About this exercise: Below are records; how many of their lines contain "height"? Reply with the number and no other words.

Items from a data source
((
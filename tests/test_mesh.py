"""Triangulation, finite elements and projector: exact small cases, identities and properties."""

import re

import numpy as np
import pytest
from hypothesis import given, settings
from hypothesis import strategies as st
from scipy.sparse import coo_matrix
from scipy.sparse.csgraph import connected_components
from scipy.spatial import Delaunay, cKDTree
from tolerances import ALGEBRA

from prevmap.engine.mesh import (
    Mesh,
    _peel_hull,
    check_node_cap,
    equilateral_lattice,
    finite_elements,
    grade_mesh,
    lattice_nodes_needed,
    locate,
    projector,
)
from prevmap.errors import InputError

SQUARE = np.array([[0.0, 0.0], [1.0, 0.0], [1.0, 1.0], [0.0, 1.0]])
REFERENCE = Mesh([[0, 0], [1, 0], [0, 1]], [[0, 1, 2]])


def random_mesh(seed, points=120):
    places = np.random.default_rng(seed).random((points, 2))
    return Mesh(places, Delaunay(places).simplices)


def disc(edge_km=1.0, radius=8.0):
    lattice = equilateral_lattice((0, 0, 20, 20), edge_km)
    return lattice[np.hypot(*(lattice - 10.0).T) < radius]


def scattered_zone(seed):
    """Inner points of one to four discs: convex, concave, in several parts, or a single point."""
    rng = np.random.default_rng(seed)
    lattice = equilateral_lattice((0, 0, *rng.integers(2, 30, 2)), 1.0)
    centres = lattice[rng.integers(0, len(lattice), rng.integers(1, 5))]
    return lattice[cKDTree(centres).query(lattice)[0] <= rng.random() * 5.0]


def undirected_edges(mesh):
    pairs = np.sort(mesh.triangles[:, [[0, 1], [1, 2], [2, 0]]].reshape(-1, 2), axis=1)
    return np.unique(pairs, axis=0, return_counts=True)


# --- finite elements -------------------------------------------------------------------------------


@pytest.mark.parametrize(
    ("corners", "stiffness"),
    [
        # computed independently in exact arithmetic from G_ij = e_i . e_j / (4 A)
        ([[0, 0], [1, 0], [0, 1]], np.array([[2, -1, -1], [-1, 1, 0], [-1, 0, 1]]) / 2),
        ([[0, 0], [2, 0], [0, 1]], np.array([[5, -1, -4], [-1, 1, 0], [-4, 0, 4]]) / 4),
        (
            [[0, 0], [1, 0], [0.5, np.sqrt(3) / 2]],
            np.sqrt(3) / 6 * np.array([[2, -1, -1], [-1, 2, -1], [-1, -1, 2]]),
        ),
    ],
)
def test_stiffness_of_one_triangle(corners, stiffness):
    mesh = Mesh(corners, [[0, 1, 2]])
    lumped, found = finite_elements(mesh)
    np.testing.assert_allclose(found.toarray(), stiffness, atol=ALGEBRA)
    np.testing.assert_allclose(lumped, mesh.area_km2 / 3.0, rtol=ALGEBRA)


@pytest.mark.parametrize(
    ("triangles", "lumped"),
    [
        ([[0, 1, 2], [0, 2, 3]], [1 / 3, 1 / 6, 1 / 3, 1 / 6]),
        ([[0, 1, 3], [1, 2, 3]], [1 / 6, 1 / 3, 1 / 6, 1 / 3]),
    ],
)
def test_unit_square_has_one_stiffness_for_both_diagonals(triangles, lumped):
    # computed independently in exact arithmetic
    expected = np.array([[2, -1, 0, -1], [-1, 2, -1, 0], [0, -1, 2, -1], [-1, 0, -1, 2]]) / 2
    mass, stiffness = finite_elements(Mesh(SQUARE, triangles))
    np.testing.assert_allclose(stiffness.toarray(), expected, atol=ALGEBRA)
    np.testing.assert_allclose(mass, lumped, rtol=ALGEBRA)
    # the diagonal's cancelled entry stays stored, so that the pattern does not depend on the shape
    assert stiffness.nnz == 14


@pytest.mark.parametrize("mesh", [random_mesh(1), random_mesh(2), grade_mesh(disc(), 1.0, 12.0)])
def test_mass_sums_to_the_area_and_stiffness_measures_slopes(mesh):
    lumped, stiffness = finite_elements(mesh)
    x, y = mesh.points.T
    assert lumped.sum() == pytest.approx(mesh.area_km2, rel=ALGEBRA)
    np.testing.assert_allclose(stiffness @ np.ones(mesh.nodes), 0.0, atol=ALGEBRA)
    assert abs(stiffness - stiffness.T).max() < ALGEBRA
    # u'Gv is the integral of grad u . grad v, exact for linear u and v
    assert x @ stiffness @ x == pytest.approx(mesh.area_km2, rel=ALGEBRA)
    assert y @ stiffness @ y == pytest.approx(mesh.area_km2, rel=ALGEBRA)
    assert x @ stiffness @ y == pytest.approx(0.0, abs=ALGEBRA * mesh.area_km2)
    assert np.linalg.eigvalsh(stiffness.toarray())[1] > 0  # only constants have no slope


def test_lumped_mass_integrates_linear_functions():
    mesh = random_mesh(3)
    lumped, _ = finite_elements(mesh)
    corners = mesh.points[mesh.triangles]
    area = 0.5 * abs(np.linalg.det(corners[:, 1:] - corners[:, :1]))
    np.testing.assert_allclose(lumped @ mesh.points, area @ corners.mean(axis=1), rtol=ALGEBRA)


# --- point location and projector ------------------------------------------------------------------


def test_projector_row_is_barycentric():
    # computed independently: the point (0.25, 0.5) of the reference triangle
    projection, inside = projector(REFERENCE, [[0.25, 0.5]])
    assert inside.tolist() == [True]
    np.testing.assert_allclose(projection.toarray(), [[0.25, 0.25, 0.5]], atol=ALGEBRA)


@pytest.mark.parametrize("seed", range(6))
def test_location_agrees_with_delaunay(seed):
    mesh = random_mesh(seed, points=15 + 40 * seed)
    places = np.random.default_rng(100 + seed).random((3000, 2)) * 1.2 - 0.1
    triangle, weights = locate(mesh, places)
    # the constructor keeps the order of the triangles
    expected = Delaunay(mesh.points).find_simplex(places)
    assert (expected == -1).any()
    np.testing.assert_array_equal(triangle, expected)
    found = triangle >= 0
    corners = mesh.points[mesh.triangles[triangle[found]]]
    np.testing.assert_allclose(np.einsum("ni,nik->nk", weights[found], corners), places[found], atol=ALGEBRA)
    assert weights[found].min() >= 0
    assert not weights[~found].any()


@pytest.mark.parametrize("mesh", [random_mesh(7), grade_mesh(disc(), 1.0, 12.0)])
def test_projector_is_one_at_its_node_and_zero_at_the_others(mesh):
    projection, inside = projector(mesh, mesh.points)
    assert inside.all()
    np.testing.assert_allclose(projection.toarray(), np.eye(mesh.nodes), atol=ALGEBRA)


def test_points_on_edges_are_interpolated_between_the_two_ends():
    mesh = grade_mesh(disc(), 1.0, 5.0)
    edges, _ = undirected_edges(mesh)
    share = np.random.default_rng(4).random(len(edges))
    places = (1 - share)[:, None] * mesh.points[edges[:, 0]] + share[:, None] * mesh.points[edges[:, 1]]
    projection, inside = projector(mesh, places)
    assert inside.all()
    rows = np.arange(len(edges))
    expected = coo_matrix(
        (np.concatenate([1 - share, share]), (np.tile(rows, 2), edges.T.ravel())), projection.shape
    )
    assert abs(projection - expected).max() < ALGEBRA


def test_outer_edge_has_the_slack_of_rounding_and_no_more():
    places = [[0.5, -1e-12], [-1e-12, 0.3], [0.5 + 1e-12, 0.5], [0.5, -1e-6], [-1e-6, 0.3], [0.5 + 1e-6, 0.5]]
    projection, inside = projector(REFERENCE, places)
    assert inside.tolist() == [True, True, True, False, False, False]
    np.testing.assert_allclose(projection.sum(axis=1).ravel(), [[1, 1, 1, 0, 0, 0]], atol=ALGEBRA)
    assert projection.nnz == 9


@pytest.mark.parametrize("place", [[5.0, 5.0], [np.nan, 0.2], [np.inf, 0.2], [-1e300, 0.2]])
def test_places_off_the_mesh_are_not_inside(place):
    projection, inside = projector(REFERENCE, [place, [0.2, 0.2]])
    assert inside.tolist() == [False, True]
    assert projection[0].nnz == 0


def test_notch_of_a_concave_mesh_is_outside():
    corner = Mesh(
        [[0, 0], [2, 0], [2, 1], [1, 1], [1, 2], [0, 2]], [[0, 1, 3], [1, 2, 3], [0, 3, 5], [3, 4, 5]]
    )
    _, inside = projector(corner, [[1.5, 1.5], [1.5, 0.5], [0.5, 1.5], [1.0, 1.0]])
    assert inside.tolist() == [False, True, True, True]


def test_windows_do_not_change_the_projector():
    mesh = random_mesh(8)
    places = np.random.default_rng(9).random((150_000, 2))
    whole, inside = projector(mesh, places)
    part, part_inside = projector(mesh, places[65_000:66_000])
    assert abs(whole[65_000:66_000] - part).max() == 0
    np.testing.assert_array_equal(inside[65_000:66_000], part_inside)
    assert inside[65_000:66_000].any()
    assert not inside[65_000:66_000].all()


@given(seed=st.integers(0, 10**6), scale=st.floats(1e-3, 1e4), shift=st.floats(-1e4, 1e4))
@settings(max_examples=40, deadline=None)
def test_projector_reproduces_linear_functions(seed, scale, shift):
    rng = np.random.default_rng(seed)
    base = random_mesh(seed, points=30)
    mesh = Mesh(base.points * scale + shift, base.triangles)
    places = rng.random((50, 2)) * scale + shift
    projection, inside = projector(mesh, places)
    np.testing.assert_allclose(np.asarray(projection.sum(axis=1)).ravel(), inside, atol=ALGEBRA)
    size = scale + abs(shift)
    np.testing.assert_allclose((projection @ mesh.points)[inside], places[inside], atol=1e-9 * size)  # slack
    assert projection.nnz == 3 * inside.sum()


# --- lattice ---------------------------------------------------------------------------------------

LENGTH = st.floats(0.0, 50.0)


@given(
    west=st.floats(-500, 500), south=st.floats(-500, 500), width=LENGTH, height=LENGTH, edge=st.floats(0.8, 9)
)
@settings(max_examples=60, deadline=None)
def test_lattice_covers_the_rectangle_with_equal_edges(west, south, width, height, edge):
    points = equilateral_lattice((west, south, west + width, south + height), edge)
    assert points[0].tolist() == [west, south]
    if len(points) > 1:
        nearest = cKDTree(points).query(points, k=2)[0][:, 1]
        np.testing.assert_allclose(nearest, edge, rtol=1e-8)  # offsets of 500 km cost digits
    # no place of an equilateral triangle is farther than edge / sqrt(3) from a corner
    places = np.random.default_rng(0).random((200, 2)) * [width, height] + [west, south]
    assert cKDTree(points).query(places)[0].max() <= edge / np.sqrt(3) * (1 + 1e-8)


def test_lattice_of_whole_edges_has_no_extra_row():
    points = equilateral_lattice((0.0, 0.0, 3.0, np.sqrt(3.0)), 1.0)
    assert len(points) == 4 + 5 + 4


@pytest.mark.parametrize("bounds", [(0, 0, -1, 1), (0, 0, np.nan, 1), (0, 0, np.inf, 1)])
def test_lattice_refuses_impossible_bounds(bounds):
    with pytest.raises(ValueError, match="bounds must be finite"):
        equilateral_lattice(bounds, 1.0)


def test_lattice_refuses_more_points_than_memory_should_hold():
    with pytest.raises(
        InputError, match=r"An edge of 0\.001 km over 1000 km x 1000 km needs .* Give a longer edge"
    ):
        equilateral_lattice((0, 0, 1000, 1000), 0.001)


# --- graded mesh -----------------------------------------------------------------------------------


@given(seed=st.integers(0, 10**6), margin=st.floats(0.0, 60.0), growth=st.floats(1.1, 1.5))
@settings(max_examples=60, deadline=None)
def test_graded_mesh_is_one_sound_sheet(seed, margin, growth):
    inner = scattered_zone(seed)
    mesh = grade_mesh(inner, 1.0, margin, growth=growth)
    edges, uses = undirected_edges(mesh)
    # Euler: one sheet without holes and without pinched nodes on its outline
    assert mesh.nodes - len(edges) + len(mesh.triangles) == 1
    outline = edges[uses == 1]
    assert np.bincount(outline.ravel(), minlength=mesh.nodes).max() == 2
    links = coo_matrix((np.ones(len(edges)), edges.T), (mesh.nodes, mesh.nodes))
    assert connected_components(links, directed=False)[0] == 1
    # every inner point is a node, no two nodes coincide, the zone keeps its equilateral triangles
    distance, node = cKDTree(mesh.points).query(inner)
    assert distance.max() < ALGEBRA
    assert cKDTree(mesh.points).query(mesh.points, k=2)[0][:, 1].min() > 1.0 - ALGEBRA
    within = np.isin(mesh.triangles, node).all(axis=1)
    longest = np.ptp(mesh.points[mesh.triangles], axis=1).max(axis=1)
    lattice_triangles = within & (longest < 1.01)
    np.testing.assert_allclose(mesh.smallest_angles_deg[lattice_triangles], 60.0, atol=1e-6)  # arctan near 60
    # a coarse node of a bay may come to lie beside the outer edge: single narrow triangles, no needles
    assert mesh.smallest_angles_deg.min() > 8.0
    assert (mesh.smallest_angles_deg < 29.9).sum() <= 8


@given(
    radius=st.floats(0.0, 9.0), east=st.floats(0, 1), margin=st.floats(0.0, 60.0), growth=st.floats(1.1, 1.5)
)
@settings(max_examples=40, deadline=None)
def test_rings_of_a_convex_zone_keep_thirty_degrees(radius, east, margin, growth):
    lattice = equilateral_lattice((0, 0, 20, 20), 1.0)
    distance = np.hypot(*(lattice - np.array([10.0 + east, 10.0])).T)
    mesh = grade_mesh(lattice[distance <= max(radius, distance.min())], 1.0, margin, growth=growth)
    assert mesh.smallest_angles_deg.min() > 29.9


@given(seed=st.integers(0, 10**6), margin=st.floats(0.0, 60.0))
@settings(max_examples=40, deadline=None)
def test_mesh_covers_the_margin_once(seed, margin):
    inner = scattered_zone(seed)
    mesh = grade_mesh(inner, 1.0, margin)
    rng = np.random.default_rng(seed)
    angle, radius = 2 * np.pi * rng.random(200), margin * np.sqrt(rng.random(200))
    circle = np.column_stack([np.cos(angle), np.sin(angle)])
    places = inner[rng.integers(0, len(inner), 200)] + radius[:, None] * circle
    assert projector(mesh, places)[1].all()
    # by brute force, over the mesh and around it: no place lies strictly inside two triangles
    places = places + 3.0 * rng.standard_normal(places.shape)
    first, second, third = np.moveaxis(mesh.points[mesh.triangles], 1, 0)

    def side(a, b):
        edge, there = b - a, places[:, None] - a
        return edge[:, 0] * there[..., 1] - edge[:, 1] * there[..., 0]

    strictly = np.minimum(np.minimum(side(first, second), side(second, third)), side(third, first)) > 1e-9
    np.testing.assert_array_equal(strictly.sum(axis=1), projector(mesh, places)[1])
))
Finished exercise: 4